Pour obtenir ces « conditions idéales » le plus tôt possible donc, mieux vaut ne pas faire fonctionner cette « clause protection juridique » et venir avec un médecin de recours que vous aurez choisi vous-même et en vous adjoignant les services de votre avocat.
Vous pourrez compter sur ce dernier pour qu’il fasse en sorte que soient posées les bonnes questions, celles dont il sait qu’elles auront des incidences importantes sur l’indemnisation. Sa mission est de faire traiter et analyser de façon objective les divers aspects de chaque préjudice. Il fera en sorte que soient évités les biais d’évaluation classiques liés aux émotions de la victime.
Celle-ci a souvent tendance, en effet, à vouloir cacher certaines faiblesses de sa situation, à dire que « ça va aller ». C’est humain. Mais voilà, si cela fige l’opinion d’un médecin-conseil, si cela l’amène à sous-estimer vos difficultés de la vie quotidienne, par exemple, ce sera pour vous l’amorçage d’une situation d’injustice qu’il sera ensuite long et difficile de corriger.
Que se passe-t-il dans le cas où il n’y a qu’une seule compagnie d’assurance ?
Dans le cadre d’un accident de la voie publique, l’assureur de la victime est mandaté, en premier, pour gérer le dossier et évaluer les préjudices. Toutefois, les accords entre les assureurs prévoient qu’au-delà d’un certain seuil de gravité (5% de séquelles), l’assureur du tiers responsable reprend la gestion du dossier.
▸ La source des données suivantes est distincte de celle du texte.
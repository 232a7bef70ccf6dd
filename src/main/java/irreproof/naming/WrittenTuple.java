package irreproof.naming;

import irreproof.engine.Rational;
import irreproof.naming.ProductGroup.Charge;
import irreproof.naming.ProductGroup.Part;
import irreproof.notation.Expression;
import irreproof.notation.Expression.Decoration;
import irreproof.notation.Expression.DiagramName;
import irreproof.notation.Expression.Face;
import irreproof.notation.Expression.ListName;
import irreproof.notation.Expression.Name;
import irreproof.notation.Expression.NumberName;
import java.math.BigInteger;
import java.util.ArrayList;
import java.util.Comparator;
import java.util.List;
import java.util.Optional;
import java.util.regex.Matcher;
import java.util.regex.Pattern;

/**
 * A written name of an irrep of a product group, taken apart: charges may be subscripts or entries, in the group's order
 * or behind all others; with one simple factor the name itself may stand without brackets.
 *
 * @param entries a name for each simple factor, in the group's order
 * @param charges one for each U(1), in the group's order; the positive ones of a charge with both signs
 * @param bothSigns true for {@code \pm}
 * @param bars over the tuple as a whole
 */
public record WrittenTuple(List<Name> entries, List<Rational> charges, boolean bothSigns, int bars) {
    private static final Pattern CHARGE = Pattern.compile("([-+±−]?)(\\d{1,18})(?:/(\\d{1,9}))?");

    public WrittenTuple {
        entries = List.copyOf(entries);
        charges = List.copyOf(charges);
    }

    /** Empty if the name has no such form. */
    public static Optional<WrittenTuple> of(Name name, ProductGroup group) {
        int factors = group.factors().size();
        Decoration decoration = name.decoration();
        List<String> written = decoration.charges();
        if (name instanceof ListName list
                && written.isEmpty()
                && list.entries().size() == group.parts().size()) {
            Optional<WrittenTuple> inOrder = entries(list, group.parts());
            return inOrder.isPresent() ? inOrder : entries(list, chargesLast(group.parts()));
        }
        if (written.size() != group.charges()) {
            return Optional.empty();
        }
        Optional<List<Rational>> charges = charges(written);
        if (charges.isEmpty()) {
            return Optional.empty();
        }
        boolean bothSigns = written.stream().anyMatch(charge -> charge.startsWith("±"));
        if (name instanceof ListName list && list.entries().size() == factors) {
            return names(list.entries())
                    .map(names -> new WrittenTuple(names, charges.get(), bothSigns, decoration.bars()));
        }
        if (factors != 1) {
            boolean trivial = factors == 0
                    && name instanceof NumberName number
                    && number.numerator().equals(BigInteger.ONE);
            return trivial ? Optional.of(new WrittenTuple(List.of(), charges.get(), bothSigns, 0)) : Optional.empty();
        }
        return Optional.of(new WrittenTuple(List.of(name), charges.get(), bothSigns, 0));
    }

    private static List<Part> chargesLast(List<Part> parts) {
        List<Part> sorted = new ArrayList<>(parts);
        sorted.sort(Comparator.comparing(part -> part instanceof Charge));
        return sorted;
    }

    private static Optional<WrittenTuple> entries(ListName list, List<Part> parts) {
        List<Name> names = new ArrayList<>();
        List<Rational> charges = new ArrayList<>();
        for (int i = 0; i < parts.size(); i++) {
            Expression entry = list.entries().get(i);
            if (parts.get(i) instanceof Charge) {
                boolean plain = entry instanceof NumberName number
                        && number.face() == Face.PLAIN
                        && number.decoration().isEmpty();
                if (!plain) {
                    return Optional.empty();
                }
                NumberName number = (NumberName) entry;
                charges.add(new Rational(number.numerator(), BigInteger.valueOf(number.denominator())));
            } else if (entry instanceof Name name && canName(name) && !isFractionFor(parts.get(i), name)) {
                names.add(name);
            } else {
                return Optional.empty();
            }
        }
        return Optional.of(
                new WrittenTuple(names, charges, false, list.decoration().bars()));
    }

    private static Optional<List<Name>> names(List<Expression> entries) {
        List<Name> names = new ArrayList<>();
        for (Expression entry : entries) {
            if (!(entry instanceof Name name) || !canName(name)) {
                return Optional.empty();
            }
            names.add(name);
        }
        return Optional.of(names);
    }

    /** Only irreps of SU(2) go by fractions. */
    private static boolean isFractionFor(Part part, Name name) {
        return name instanceof NumberName number
                && number.denominator() != 1
                && part instanceof ProductGroup.Simple simple
                && simple.group().algebra().rank() > 1;
    }

    private static boolean canName(Name name) {
        return name instanceof NumberName number
                ? number.numerator().signum() >= 0 && number.denominator() <= 2
                : name instanceof DiagramName || name instanceof ListName;
    }

    private static Optional<List<Rational>> charges(List<String> written) {
        List<Rational> charges = new ArrayList<>();
        for (String charge : written) {
            Matcher match = CHARGE.matcher(charge);
            if (!match.matches() || match.group(3) != null && match.group(3).matches("0+")) {
                return Optional.empty();
            }
            long denominator = match.group(3) == null ? 1 : Long.parseLong(match.group(3));
            Rational value = Rational.of(Long.parseLong(match.group(2)), denominator);
            boolean negative = match.group(1).equals("-") || match.group(1).equals("−");
            charges.add(negative ? value.negate() : value);
        }
        return Optional.of(charges);
    }

    /** True if an entry can only be a spin: 0 or a fraction. */
    public boolean hasSpin() {
        return entries.stream()
                .anyMatch(entry -> entry instanceof NumberName number
                        && (number.denominator() != 1 || number.numerator().signum() == 0));
    }

    /** True if an entry can only be a dimension: it is styled, barred or primed. */
    public boolean hasStyledEntry() {
        return entries.stream()
                .anyMatch(entry -> entry instanceof NumberName number
                        && (number.face() != Face.PLAIN
                                || number.decoration().bars()
                                                + number.decoration().primes()
                                        > 0));
    }
}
Dans cette situation, même si c’est votre assureur qui gère le dossier, les assureurs conservent les mêmes réflexes et n’ont pas d’intérêt particulier à évaluer vos préjudices au plus haut.
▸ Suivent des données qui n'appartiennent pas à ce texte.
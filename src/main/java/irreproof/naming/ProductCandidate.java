package irreproof.naming;

import irreproof.engine.Decomposition;
import irreproof.engine.lie.ReductiveIrrep;

/**
 * What a written tuple can denote.
 *
 * @param value one irrep, or two for a charge with both signs ({@code (1,2)_{\pm 6}})
 * @param unusual 0 if the published tables use all its names so; more if only some authors do
 */
public record ProductCandidate(Decomposition<ReductiveIrrep> value, int unusual) {}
Là encore, votre réflexe doit être le même. Même si vous avez le sentiment que le médecin-conseil de votre assureur est bienveillant, même si on insiste sur la gratuité de l’expertise, déplacez-vous avec votre médecin de recours…. et votre avocat.
Cela ne sera pas plus cher. Les honoraires du médecin de recours vous seront remboursés dans le cadre de l’indemnisation. Par ailleurs, un avocat tel que l’auteur de ces lignes, non seulement est rémunéré sur les résultats obtenus, mais en outre, peut, dans certains cas, avancer les honoraires du médecin de recours.
Il n’est jamais trop tôt pour faire intervenir un avocat dans le processus. Il n’est jamais trop tôt pour vous faire entendre et faire en sorte que tout ce qui fait l’unicité de votre situation soit pris en considération.
Vous êtes déjà un peu plus loin dans votre parcours du combattant ?
Les situations évoquées ci-dessus sont déjà loin derrière vous ? Vous avez déjà vécu des expertises médicales ? Elles ne vous ont pas été favorables ?
La logique reste la même. Un médecin de recours sera indispensable. Et un avocat bien utile, là encore. D’autant plus utile que vous vous trouvez dans une situation qui se rapproche d’une ambiance beaucoup plus conflictuelle.
Il s’agira alors de faire sentir que vous êtes prêt(e) à aller plus loin.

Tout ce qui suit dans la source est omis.